Non dovrebbe essere nulla di grave, ma il tuo controller USB vorrebbe avere l'irq 3 mentre gli viene assegnato il 9.

Controlla se nel bios hai settato qc di strano, tipo OS PNP [no] o qc del genere.

In sostanza, la tabella di assegnazione degli irq e' un po' "forzata".

----------

## Benve

Io seguendo la documentazione su www.gentoo.it sono riuscito ad abilitare tutto, ma con il framerate a 60 Hz è scomodo. Qualcuno mi sa dire come si imposta con una geforce2? Grazie

----------

## fatez

hmm da questo link http://www.gentoo.it/tips/FramebufferAndBoot.html

è riportato :

title=Gentoo GNU/Linux 1.4 (+fb +splash)

	root=(hd0,0)

	kernel=(hd0,0)/boot/bzImage root=/dev/hda3 video=vesa:1280x1024@60 vga=0x31A

	initrd=/boot/initrd-1280x1024

prova con il @quellochevuoi

----------

## shev

 *fatez wrote:*   

> hmm da questo link http://www.gentoo.it/tips/FramebufferAndBoot.html

 

Questo documento deve essere aggiornato, la versione originale è stata modificato in alcuni punti (conto di sistemare la traduzione appena ho un momento libero).
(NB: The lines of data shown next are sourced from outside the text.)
private:
    [[nodiscard]] const GroundEdge& edge(int e) const { return graph_.edges[Place(e)]; }
    [[nodiscard]] int other(int e, int v) const { return edge(e).u == v ? edge(e).v : edge(e).u; }
    [[nodiscard]] ServiceIx service_at(int source) const { return edge(tree_.edge[Place(source)]).service; }
    [[nodiscard]] double free_kva(ServiceIx service) const {
        if (!service.is_valid()) return 1e9;
        return input_.city.services[service.place()].free_kva.value_or(1e9);
    }
    [[nodiscard]] double own_kva(int v) const {
        if (!tree_.is_rewired[Place(v)]) return 0;
        const LampLoad lamp = lamp_load(input_.catalog, input_.city.poles[graph_.pole_at[Place(v)].place()]);
        return lamp.watts / lamp.pf / 1000;
    }
    /// Reads the plan anew: its tree, the load at and beyond each vertex.
    void look() {
        tree_ = rooted(graph_, cases_, plan_);
        kva_.assign(graph_.places.size(), 0);
        for (auto v = tree_.order.rbegin(); v != tree_.order.rend(); ++v) {
            kva_[Place(*v)] += own_kva(*v);
            if (tree_.parent[Place(*v)] >= 0) kva_[Place(tree_.parent[Place(*v)])] += kva_[Place(*v)];
        }
    }
    CircuitLoad load_of(int source) const {
        CircuitLoad load;
        load.source_v = source_volts(input_.city, service_at(source));
        std::map<int, int> span_at;
        for (const int v : tree_.order) {
            if (v == GroundGraph::kRoot || tree_.source[Place(v)] != source || tree_.lamps[Place(v)] == 0)
                continue;
            if (v == source && service_at(source).is_valid()) continue;
            const auto above = span_at.find(tree_.parent[Place(v)]);
            SizingSpan span;
            span.parent = above == span_at.end() ? -1 : above->second;
            span.length_m = edge(tree_.edge[Place(v)]).length_m;
            if (tree_.is_rewired[Place(v)]) {
                const LampLoad lamp =
                    lamp_load(input_.catalog, input_.city.poles[graph_.pole_at[Place(v)].place()]);
                span.watts = lamp.watts;
                span.pf = lamp.pf;
            }
            span_at.emplace(v, static_cast<int>(load.spans.size()));
            load.spans.push_back(span);
        }
        return load;
    }
    /// What a circuit breaks; empty = nothing. A circuit is worked out again only when its lamps have
    /// changed.
    std::string broken(int source) {
        const double free = free_kva(service_at(source));
        if (kva_[Place(source)] > free + 1e-9)
            return fmt::format("{:.2f} kVA of lamps, {:.2f} kVA free", kva_[Place(source)], free);
        std::vector<int> members;
        for (const int v : tree_.order)
            if (v != GroundGraph::kRoot && tree_.source[Place(v)] == source)
                members.push_back(v * 2 + tree_.is_rewired[Place(v)]);
        const auto known = known_.find(source);
        if (known != known_.end() && known->second.first == members) return known->second.second;
        std::string text = beyond_any_wire(input_, load_of(source), kDropLimitFrac);
        known_[source] = {std::move(members), text};
        return text;
    }
    int next_broken() {
        for (const int v : tree_.order)
            if (tree_.parent[Place(v)] == GroundGraph::kRoot && tree_.lamps[Place(v)] > 0 &&
                !given_up_.contains(v) && !broken(v).empty())
                return v;
        return -1;
    }
    void give_up(int source) {
        given_up_.insert(source);
        const ServiceIx service = service_at(source);
        const std::string id = service.is_valid()
                                   ? input_.city.services[service.place()].id
                                   : input_.city.poles[graph_.pole_at[Place(source)].place()].id;
        findings_.push_back(make_finding("circuit-over", {}, 0, id, broken(source),
                                         "within what the source, the drop and the wire allow",
                                         "give another service near by, or lock some of its poles to solar",
                                         service.is_valid() ? "services" : "poles"));
    }

    /// The chain that is no longer needed when the branch at `head` leaves: up to the next fork, lamp or
    /// source.
    std::vector<int> chain_above(int head) const {
        std::vector<int> chain;
        for (int v = head;; v = tree_.parent[Place(v)]) {
            chain.push_back(tree_.edge[Place(v)]);
            const int above = tree_.parent[Place(v)];
            if (above == GroundGraph::kRoot || tree_.lamps[Place(above)] != tree_.lamps[Place(head)])
                return chain;
        }
    }
    Cents cost_of(const std::vector<int>& edges) const {
        Cents sum = 0;
        for (const int e : edges) sum += edge(e).cost;
        return sum;
    }
    std::vector<int> members(int head) const {
        std::vector<int> list{head};
        for (Place i = 0; i < list.size(); ++i)
            for (const int e : at_[Place(list[i])]) {
                const int w = other(e, list[i]);
                if (tree_.edge[Place(w)] == e && tree_.parent[Place(w)] == list[i]) list.push_back(w);
            }
        return list;
    }
    /// Ways from every other source that has room, not through this circuit.
    void find_ways(int source) {
        way_.assign(graph_.places.size(), -1);
        way_edge_.assign(graph_.places.size(), -1);
        way_from_.assign(graph_.places.size(), -1);
        using Item = std::pair<Cents, int>;
        std::priority_queue<Item, std::vector<Item>, std::greater<>> queue;
        const auto offer = [&](int v, Cents cost, int e, int from) {
            if (way_[Place(v)] >= 0 && way_[Place(v)] <= cost) return;
            way_[Place(v)] = cost;
            way_edge_[Place(v)] = e;
            way_from_[Place(v)] = from;
            queue.emplace(cost, v);
        };
        for (const int v : tree_.order) {
            const int at = tree_.source[Place(v)];
            if (v == GroundGraph::kRoot || at == source || tree_.lamps[Place(v)] == 0) continue;
            if (free_kva(service_at(at)) - kva_[Place(at)] > 0.01 && !given_up_.contains(at))
                offer(v, 0, -1, at);
        }
        for (const int e : at_[Place(GroundGraph::kRoot)]) {
            const int v = other(e, GroundGraph::kRoot);
            if (tree_.source[Place(v)] < 0) offer(v, edge(e).cost, e, v);
        }
        while (!queue.empty()) {
            const auto [cost, v] = queue.top();
            queue.pop();
            if (cost > way_[Place(v)]) continue;
            if (tree_.source[Place(v)] == source && tree_.lamps[Place(v)] > 0) continue; // the way ends here
            for (const int e : at_[Place(v)]) {
                const int w = other(e, v);
                const bool is_other = w == GroundGraph::kRoot ||
                                      (tree_.source[Place(w)] >= 0 && tree_.source[Place(w)] != source);
                if (!is_other) offer(w, cost + edge(e).cost, e, way_from_[Place(v)]);
            }
        }
    }
    [[nodiscard]] double room_at(int from) const {
        if (tree_.source[Place(from)] >= 0) return free_kva(service_at(from)) - kva_[Place(from)];
        for (const int e : at_[Place(from)])
            if (other(e, from) == GroundGraph::kRoot) return free_kva(edge(e).service);
        return 0;
    }
    /// The cheapest single branch that brings the circuit under its limit, else the cheapest per kVA.
    Branch cheapest_relief(int source) {
        find_ways(source);
        const double over = kva_[Place(source)] - free_kva(service_at(source));
        const double need = over > 1e-9 ? over : 0.15 * kva_[Place(source)];
        Branch cure, step;
        double step_ratio = 0;
        for (const int head : tree_.order) {
            if (head == GroundGraph::kRoot || tree_.source[Place(head)] != source ||
                tree_.lamps[Place(head)] == 0 || leads_on(head))
                continue;
            for (const Branch& branch : ways_out(head)) {
                const double ratio = static_cast<double>(branch.price) / branch.kva;
                if (branch.kva >= need && (cure.head < 0 || branch.price < cure.price)) cure = branch;
                if (step.head < 0 || ratio < step_ratio) step = branch, step_ratio = ratio;
            }
        }
        return cure.head >= 0 ? cure : step;
    }
    /// A bare point with one way on: the branch begins further out.
    [[nodiscard]] bool leads_on(int v) const {
        for (const int e : at_[Place(v)]) {
            const int w = other(e, v);
            if (tree_.edge[Place(w)] == e && tree_.parent[Place(w)] == v &&
                tree_.lamps[Place(w)] == tree_.lamps[Place(v)])
                return true;
        }
        return false;
    }
    /// Solar and another source, each where it is possible.
    std::vector<Branch> ways_out(int head) const {
        std::vector<Branch> out;
        const std::vector<int> list = members(head);
        Cents saved = cost_of(chain_above(head)), inner = 0, worth = 0;
        bool all_open = true;
        Branch moved{head, -1, 0, kva_[Place(head)]};
        for (const int v : list) {
            if (v != head) inner += edge(tree_.edge[Place(v)]).cost;
            if (tree_.is_rewired[Place(v)]) {
                const PoleCase& each = cases_[Place(case_at_[Place(v)])];
                all_open = all_open && each.mode == Mode::open;
                worth += each.cents(Choice::solar) - each.cents(Choice::rewire);
            }
            const bool is_nearer =
                way_[Place(v)] >= 0 && (moved.entry < 0 || way_[Place(v)] < way_[Place(moved.entry)]);
            if (is_nearer && room_at(way_from_[Place(v)]) >= moved.kva) moved.entry = v;
        }
        if (all_open) out.push_back({head, -1, worth - inner - saved, moved.kva});
        if (moved.entry >= 0) {
            moved.price = way_[Place(moved.entry)] - saved;
            out.push_back(moved);
        }
        return out;
    }
    void drop_edges(const std::vector<int>& edges) {
        const std::set<int> gone(edges.begin(), edges.end());
        std::erase_if(plan_.edges, [&](int e) { return gone.contains(e); });
    }
    void to_solar(const Branch& branch) {
        std::vector<int> gone = chain_above(branch.head);
        for (const int v : members(branch.head)) {
            if (v != branch.head) gone.push_back(tree_.edge[Place(v)]);
            if (tree_.is_rewired[Place(v)]) plan_.choices[Place(case_at_[Place(v)])] = Choice::solar;
        }
        drop_edges(gone);
    }
    void move(const Branch& branch) {
        drop_edges(chain_above(branch.head));
        for (int v = branch.entry, e = way_edge_[Place(v)]; e >= 0;
             e = v == GroundGraph::kRoot ? -1 : way_edge_[Place(v)]) {
            plan_.edges.push_back(e);
            v = other(e, v);
        }
        std::sort(plan_.edges.begin(), plan_.edges.end());
    }

    const MoneyInput& input_;
    const GroundGraph& graph_;
    const std::vector<PoleCase>& cases_;
    JointPlan plan_;
    std::vector<Finding>& findings_;
    Rooted tree_;
    std::vector<double> kva_;
    std::vector<int> case_at_;
    std::vector<std::vector<int>> at_;
    std::vector<Cents> way_;
    std::vector<int> way_edge_, way_from_;
    std::set<int> given_up_;
    std::map<int, std::pair<std::vector<int>, std::string>> known_;
};

} // namespace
Da quanto mi ricordo il framebuffer con vesa non può variare il refresh, che rimane fisso a 60; infatti se guardi la versione aggiornata del documento tale impostazione è stata eliminata. Solo con il driver specifico per la propria scheda video è possbile aumentare il refresh, ma così facendo non credo funzioni più il bootsplash.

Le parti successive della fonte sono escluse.